Quite a few damaging earthquakes are recorded at Sanliurfa (recorded both as Urfa or Edessa) in AD 499, 569-570, 679, 860, 1114, 1157, and 1162.  In addition there are records of earthquakes felt there in AD 1003, 1120, and 1822.  The epicenters of a considerable number of these earthquakes were to the west and northwest, along the Levantine margins of the Arabian plate.  The remarkable number of earthquakes occurring between AD 500 and 1200 is due in part to increased attention due to concurrent religious wars, in which some of these earthquakes played a part (Raphael 2010).

But ten earthquakes in 1500 years (to the present) is remarkable, and the apparent clustering in time even more so.  Indeed the clustering may suggest additional earthquakes in periods when observers were not paying attention.

The Syrian part of my Balikh transect shows damaging earthquake recurrences averaging about 500 years between 36 and 37 degrees latitude (Force, 2017, fig. 3) and this new information for Urfa/Edessa shows a dramatic northward increase in earthquake frequency-–one not apparent in modern seismic risk maps due to their reliance on instrumentally recorded seismic events.

What does this mean for students of Gobekli Tepe?  Perhaps an expectation of archaeologic evidence of seismic events, quite possibly about ten of them given the duration of the site’s activity and the historic record of regional seismicity.  The correspondence of tectonic basins (grabens) with ancient sites of Gebekli type may prove to be significant, but that is currently unclear. 

However, the continuity of this graben with Mesopotamian plains certainly conferred strategic advantage on the site of Gobekli Tepe.  This site could project power southward along its graben into northern Mesopotamia!  This view puts Gobekli Tepe into a more regional framework. 

References

Ambraseys, N.,  2009, Earthquakes in the Mediterranean and Middle East: a multidisciplinary study of seismicity up to 1900:  Cambridge

Erdik. M., Biro, Y. A., Onur, T., Sesetyan, L, and Birgoren, G., 1999, Assessment of earthquake hazard in Turkey and neighboring regions:   Annali di Geofisica v. 42, p. 1125-1138.

Force, E. R., 2017, Seismic environments of prehistoric settlements in northern Mesopotamia: a review of current knowledge:  Bulletin of the American Schools of Oriental Research v, 378, p. 55-69.

Guler, M., Celik, B, and Guler, G., 2012, New pre-pottery Neolithic settlements from the Veransehir district:  Anatolia v. 38, p. 164-180.

Raphael, K., 2010, The impact of the 1157 and 1170 earthquakes on Crusader-Muslim politics and military affairs, in Ancient Earthquakes:  Geological Society of America Special Paper 471, p. 59-66.
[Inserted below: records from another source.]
using System.Globalization;
using Xunit;

namespace Drypeak.Service.Tests.Laboratory;

/// <summary><c>POST /v1/effort-series</c>: optimum and maximum are straight over the logarithm of effort between two tests (common practice, no source).</summary>
public sealed class EffortSeriesTests(RunningService service)
{
    private const string Address = "/v1/effort-series";

    /// <summary>Effort of ASTM D698, method A, worked out by itself: 2.495 kg · 9.80665 m/s² · 0.305 m · 3 · 25 / 943 cm³, kJ/m³.</summary>
    private const double Standard = 2.495 * 9.80665 * 0.305 * 75 / 943e-6 / 1000;

    /// <summary>The same of ASTM D1557, method A.</summary>
    private const double Modified = 4.536 * 9.80665 * 0.4572 * 125 / 943e-6 / 1000;

    private static readonly string Light = Test("\"astm-d698-a\"", (10, 1.749), (12, 1.821), (14, 1.861), (16, 1.83), (18, 1.77));
    private static readonly string Heavy = Test("\"astm-d1557-a\"", (7, 1.905), (9, 1.968), (11, 1.995), (13, 1.945), (15, 1.875));

    [Fact]
    public async Task The_line_holds_each_tests_own_optimum_in_order_of_effort()
    {
        var answer = await service.AnswerAsync(Address, $$"""{"tests":[{{Heavy}},{{Light}}]}""");
        var optima = new[] { await service.AnswerAsync(Light), await service.AnswerAsync(Heavy) };
        Assert.Equal([Standard, Modified], answer.Numbers("/line", "effort"), Near(1e-9));
        Assert.Equal(optima.Select(test => test.Number("/optimum/waterContent")), answer.Numbers("/line", "waterContent"), Near(1e-12));
        Assert.Equal(optima.Select(test => test.Number("/optimum/maximumDryDensity")), answer.Numbers("/line", "maximumDryDensity"), Near(1e-12));
        Assert.Equal(optima.Select(test => test.Number("/optimum/saturation")), answer.Numbers("/line", "saturation"), Near(1e-9));
        Assert.Empty(answer.At("/at").EnumerateArray());
    }

    [Fact]
    public async Task At_the_ends_it_is_the_tests_themselves_and_halfway_in_the_logarithm_their_mean()
    {
        var at = new[] { Standard, Math.Sqrt(Standard * Modified), Modified };
        var answer = await service.AnswerAsync(Address, Series([Light, Heavy], at));
        Assert.DoesNotContain("effort-outside-range", answer.Findings());
        foreach (var member in new[] { "waterContent", "maximumDryDensity" })
        {
            var (line, points) = (answer.Numbers("/line", member), answer.Numbers("/at", member));
            Assert.Equal([line[0], (line[0] + line[1]) / 2, line[1]], points, Near(1e-9));
        }

        Assert.Equal(at, answer.Numbers("/at", "effort"));
        Assert.All(answer.Numbers("/at", "saturation"), saturation => Assert.InRange(saturation, 70, 100));
    }

    [Theory]
    [InlineData(400)]
    [InlineData(4000)]
    public async Task Beyond_the_tests_the_line_goes_on_with_a_finding_at_the_effort(double effort)
    {
        var answer = await service.AnswerAsync(Address, Series([Light, Heavy], [1000, effort]));
        var finding = answer.Finding("effort-outside-range");
        Assert.Equal("/at/1", finding.Text("/pointer"));
        Assert.Equal("warning", finding.Text("/severity"));
        var (line, beyond) = (answer.Numbers("/line", "maximumDryDensity"), answer.Number("/at/1/maximumDryDensity"));
        var share = Math.Log(effort / Standard) / Math.Log(Modified / Standard);
        Assert.Equal(line[0] + (share * (line[1] - line[0])), beyond, 1e-9);
    }

    [Fact]
    public async Task Units_are_those_of_the_first_test_and_the_line_has_its_units()
    {
        var pounds = Light.Replace("\"method\"", "\"units\":{\"density\":\"lb/ft3\"},\"curve\":{\"model\":\"parabola\"},\"method\"", StringComparison.Ordinal)
            .Replace("1.749", "109.2", StringComparison.Ordinal).Replace("1.821", "113.7", StringComparison.Ordinal).Replace("1.861", "116.2", StringComparison.Ordinal)
            .Replace("1.83", "114.2", StringComparison.Ordinal).Replace("1.77", "110.5", StringComparison.Ordinal);
        var answer = await service.AnswerAsync(Address, $$"""{"tests":[{{pounds}},{{Heavy}}],"at":[1200]}""");
        Assert.Equal("lb/ft3", answer.Text("/units/density"));
        Assert.All(answer.Numbers("/line", "maximumDryDensity").Concat(answer.Numbers("/at", "maximumDryDensity")), density => Assert.InRange(density, 114, 127));
    }

    [Fact]
    public async Task A_custom_effort_takes_its_place_in_the_line()
    {
        var own = Test("""
            "custom","effort":{"rammerMass":3500,"drop":400,"layers":4,"blows":25},"mold":{"volume":943}
            """, (9, 1.84), (11, 1.90), (13, 1.925), (15, 1.885), (17, 1.82)).Replace("\"dryDensity\":1.925", "\"wetMass\":2051.3", StringComparison.Ordinal);
        var answer = await service.AnswerAsync(Address, Series([Light, Heavy, own], [800]));
        Assert.Equal(3.5 * 9.80665 * 0.4 * 100 / 943e-6 / 1000, answer.Numbers("/line", "effort")[1], 1e-9);
        Assert.InRange(answer.Number("/at/0/waterContent"), answer.Numbers("/line", "waterContent")[1], answer.Numbers("/line", "waterContent")[0]);
    }

    [Fact]
    public async Task A_test_without_an_optimum_is_left_out_and_says_why()
    {
        var rising = Test("\"astm-d1557-a\"", (7, 1.80), (9, 1.86), (11, 1.92), (13, 1.98));
        var answer = await service.AnswerAsync(Address, Series([Light, rising], [1000]));
        Assert.Single(answer.At("/line").EnumerateArray());
        Assert.Empty(answer.At("/at").EnumerateArray());
        Assert.Equal("/tests/1/specimens", answer.Finding("no-optimum").Text("/pointer"));
    }

    public static TheoryData<string, int, string[]> Faults => new()
    {
        { "{}", 400, ["/tests missing-member"] },
        { $$"""{"tests":[{{Light}},{"method":"astm-d1557-a"}]}""", 400, ["/tests/1/specimens missing-member"] },
        { $$"""{"tests":[{{Light}}]}""", 422, ["/tests out-of-range"] },
        { $$"""{"tests":[{{string.Join(',', Enumerable.Repeat(Light, 21))}}]}""", 422, ["/tests out-of-range"] },
        { $$"""{"tests":[{{Light}},{{Light}}]}""", 422, ["/tests/1/method repeated-effort"] },
        { $$"""{"tests":[{{Light}},{{Test("null", (7, 1.9), (9, 1.96), (11, 1.99), (13, 1.94))}}]}""", 422, ["/tests/1/method effort-unknown"] },
        { $$"""{"tests":[{{Light}},{{Test("\"custom\"", (7, 1.9), (9, 1.96), (11, 1.99), (13, 1.94))}}]}""", 422, ["/tests/1/method effort-unknown"] },
        { $$"""{"tests":[{{Light}},{{Test("\"bs-1377-4-3.7\"", (7, 1.9), (9, 1.96), (11, 1.99), (13, 1.94))}}]}""", 422, ["/tests/1/method effort-unknown"] },
        { Series([Light, Heavy], [0, 1000, 1e6]), 422, ["/at/0 out-of-range", "/at/2 out-of-range"] },
        { Series([Light, Heavy], Enumerable.Repeat(1000.0, 101)), 422, ["/at too-many"] },
        { $$"""{"tests":[{{Light}},{{Heavy.Replace("1.905", "-1.905", StringComparison.Ordinal)}}]}""", 422, ["/tests/1/specimens/0/dryDensity not-positive"] },
    };

    [Theory]
    [MemberData(nameof(Faults))]
    public async Task A_fault_is_refused_at_its_place(string body, int status, string[] faults)
    {
        var refusal = await service.RefusalAsync(Address, body);
        Assert.Equal(status, refusal.Status);
        Assert.Equal(faults, refusal.Faults);
    }

    private static string Test(string method, params (double WaterContent, double DryDensity)[] points) =>
        $$"""{"method":{{method}},"specificGravity":{"value":2.7,"determined":"measured"},"specimens":[{{string.Join(',', points.Select(Body.Point))}}]}""";

    private static string Series(IEnumerable<string> tests, IEnumerable<double> at) =>
        $$"""{"tests":[{{string.Join(',', tests)}}],"at":[{{string.Join(',', at.Select(effort => effort.ToString("R", CultureInfo.InvariantCulture)))}}]}""";

    /// <summary>Equal but for arithmetic, relative to the value.</summary>
    private static Func<double, double, bool> Near(double tolerance) => (one, other) => Math.Abs(one - other) <= tolerance * Math.Abs(one);
}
Sbeinati, M. R., Darawcheh, R., and Mouty, M., 2005, The historical earthquakes of Syria:  Annals of Geophysics v. 48, p. 347-435.

Schmidt, K., 2001, Gobeki Tepe, southeastern Turkey. a preliminary report on the 1995-1999 excavations:  Paleoorient v. 26, p. 45-54.

Selcuk, A. S., and Gokten, Y. E., 2012, Neotectonic characteristics of the Inonu-Eskisehir fault system in the Kaymaz (Eskisehir) region:  influence on the development of the Mahmudiye-Cifteler-Emirdag Basin:  Turkish Journal of Earth Sciences v. 21, p. 521-545.

Tsapanos, T. M., Leventakis, G.-A., Koravos, G. Ch., Tatsiopoulos, G. A., and Sertaridou, I. Ch., 2005, Seismic hazard and seismic risk analysis in Turkey deduced from mixed files: Journal of Balkan Geophysical Society, v. 8, p. 89-98.